Each time I step out into the woods, each time my feet reconnect with the ground and my hands brush the bark of the trees, I am renewing vows.

Remaking promises with myself, the trees, and God.

When my youngest was born, I changed.  I became a new and different person.  Finally I saw, truly saw, what I had, and I vowed to quit rushing.

Mountains know the secrets we need to learn.
– Tyler Knott Gregson

It took some time for me to learn to let go of things that aren’t as important.  It took longer for me to learn to not worry so much about what other people might think if we stopped or didn’t do something.

It’s been two years now, and gradually, we have changed everything.  We’ve left things behind us and we’ve slowed down.

A few weeks ago, I was out in the woods , walking down towards the river, alone.  One of those rare, Saturday moments that a sweet husband is able to give me once in a while.  So many things have changed in our lives since moving here.  It’s been exhilarating and at times disorienting as I’ve tried to figure out what God truly wants for my life now.  I kneeled in the snow and prayed, and when I stood again, I had my answer.

Since then, I’ve focused on slowing down and letting go even more than before.  I’ve given my heart to my kids and I’ve stopped hurrying.  I’ve stopped worrying about being somewhere or getting things done.  I’ve just given myself to them and their dreams and their little everyday wishes.  It’s so incredible what they have time to do and to become when they aren’t rushed from one thing to the next.  (And I’m not talking about having time to practice the piano for 12 hours.  I’m talking about the soul-searching, whole-being development they have had time to explore.)

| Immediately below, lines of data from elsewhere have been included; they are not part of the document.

@dataclass
class CaseResult:
    """The outcome of one declared case.

    Parameters
    ----------
    case : Case
        The declaration checked.
    report : GradientReport
        The check: for drawn params, that of the first distinct failure, or of the
        last point when every drawn point passed.
    point : object, optional
        The params of `report`.
    drawn : bool
        True when params came from a hypothesis strategy.
    checked : int
        Points checked.
    failures : tuple of PointFailure
        For drawn params: one entry per distinct failure, each at its shrunk point.

    Examples
    --------
    >>> import numpy as np, gradcheck_kit as gk
    >>> from gradcheck_kit.cases import Case, check_case
    >>> c = Case(lambda x: np.sum(x ** 2), lambda x: 2 * x, np.ones(2), {}, "square")
    >>> result = check_case(c)
    >>> result.passed, result.as_expected
    (True, True)
    """

    case: Case
    report: object
    point: object = None
    drawn: bool = False
    checked: int = 1
    failures: tuple = ()

    @property
    def passed(self) -> bool:
        """True when every checked point agrees."""
        return self.report.passed and not self.failures

    @property
    def errors(self) -> list:
        """The drawn points at which the check could not run."""
        return [f for f in self.failures if f.error is not None]

    @property
    def as_expected(self) -> bool:
        """Passed; or, for a declared planted bug, the bug was found and no point raised."""
        if self.case.expect_mismatch:
            return not self.passed and not self.errors
        return self.passed

    def to_text(self) -> str:
        """The report text with what the case adds: planted-bug verdict, drawn points."""
        if len(self.failures) > 1:
            parts = [f"{len(self.failures)} distinct failures at points drawn from the "
                     f"strategy, each shrunk by hypothesis:"]
            parts += [f"failure {i} of {len(self.failures)}:\n{_failure_text(f)}"
                      for i, f in enumerate(self.failures, 1)]
        elif self.failures:
            parts = [_failure_text(self.failures[0])]
        else:
            parts = [self.report.to_text()]
            if self.drawn:
                parts[0] += f"\n  checked at {self.checked} points drawn from the strategy"
        if self.case.expect_mismatch:
            parts[-1] += ("\n  (this case declares a planted bug: the mismatch above was "
                          "expected)" if self.as_expected else
                          f"\n  this case declares a planted bug, but {passing_words(self.case)}: "
                          "the check missed it" if self.passed else
                          "\n  this case declares a planted bug, but the check could not run "
                          "at some drawn points")
        return "\n".join(parts)


def passing_words(c) -> str:
    """What a passing check of this kind of case found, in words.

    Examples
    --------
    >>> passing_words(Case(None, None, 1.0, {}, "c"))
    'every coordinate agrees'
    """
    if c.kind == "stochastic":
        return "no coordinate is biased"
    return "every coordinate agrees" if c.kind == "gradient" else "every probe agrees"


def _failure_text(f: PointFailure) -> str:
    body = f.report.to_text() if f.report is not None else \
        f"the check could not run at a drawn point: {f.error}{_raised_where(f.error)}"
    return f"{body}\n  failing point (shrunk by hypothesis): {describe_point(f.point)}"


def _raised_where(error) -> str:
    """' (raised at FILE:LINE in NAME)' for the user's exception behind an error, or ''."""
    cause = error.__cause__ if error is not None else None
    if cause is None or cause.__traceback__ is None:
        return ""
    frame = traceback.extract_tb(cause.__traceback__)[-1]
    return f" (raised at {frame.filename}:{frame.lineno} in {frame.name})"


def case(gradient=None, params=None, *, examples=DEFAULT_EXAMPLES, name=None,
         expect_mismatch=False, **options):
    """Declare a gradient check on the decorated cost; return a decorator.

    Every option is checked here, when the decorator is applied, so a misspelt or
    ill-typed declaration fails at once with one line, not later as a check that
    quietly means something else.

    Parameters
    ----------
    gradient : callable, values like params, or None
        The analytic gradient: ``gradient(params)`` with the structure of params,
        or its values; None lets the cost's autodiff derive it.
    params : structure, callable or hypothesis strategy
        Required.  Where to check: an array, float, or dict / list / tuple nest of
        those; a function of a numpy ``Generator`` returning one (called with the
        seed's generator); or a hypothesis strategy (see
        `gradcheck_kit.strategies`), checked at `examples` drawn points.
    examples : int, default 25
        Points drawn from a strategy.
    name : str, optional
        The case's label (default: the variable the declaration is assigned to,
        else the cost's ``__name__``).
    expect_mismatch : bool, default False
        Declares a planted bug (a demonstration, or a canary that the check still
        catches it): the case then succeeds when the check fails.
    **options
        Keyword options of `compare_gradient` (method, rtol, atol, seed, ...).

    Returns
    -------
    callable
        The decorator; it registers the case in the calling module and returns the
        cost itself, unchanged.

    Raises
    ------
    CheckTypeError
        (a CheckInputError and a TypeError) An ill-typed option, arguments that
        look swapped, a bare ``@gk.case`` without parentheses, or a decorated
        object that is not callable.
    CheckInputError
        An unknown option, a value out of range, or a missing params.

    Examples
    --------
    >>> import numpy as np, gradcheck_kit as gk
    >>> @gk.case(gradient=lambda x: 2 * x, params=np.ones(3), method="central")
    ... def square(x):
    ...     return np.sum(x ** 2)
    >>> float(square(np.ones(3)))
    3.0
    """
    __tracebackhide__ = True   # pytest: the user's declaration line is what matters
    _check_arguments(gradient, params, examples, name, expect_mismatch, options)
    _check_declaration(examples, name, expect_mismatch, options)

    def declare(cost):
        __tracebackhide__ = True
        if not callable(cost):
            raise CheckTypeError(f"case: decorates a cost function, got {type(cost).__name__}")
        declared = Case(cost, gradient, params, dict(options),
                        name or getattr(cost, "__name__", "cost"), int(examples),
                        bool(expect_mismatch))
        _register(sys._getframe(1).f_globals, declared, named=name is not None)
        return cost
    return declare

I’m wildly happy, for the first time.  I’m focusing on the few things in my life that I know truly matter.  And though there are good and dear things I’ve left behind, I know that, right now, I’m doing what is right for my life.

I’m quiet and I listen.  I’m watchful.  We still work hard.  But we’re quiet and more and more, only have time for things that really matter.  There was a time in our lives when we didn’t have time for snow.  That makes me sad.  I watch my girls in the trees, lost in dreams, and I can’t imagine telling them to stop getting wet or dirty so that we can be somewhere in an hour.  I just don’t think I could do that to them ever again.

One of the nicest things to realize is that, sans pine trees, I could have had this life all along.  I just had to have the courage and faith to stop worrying, stop pushing, stop rushing.

In ceasing the rush, I feel like I’m finally discovering things I’ve waited so long to discover.  I see my children.  I see others.  And more and more, I see myself.

Lie down among the pines for a while, then get to plain pure white love-work … to help humanity and other mortals and the Lord.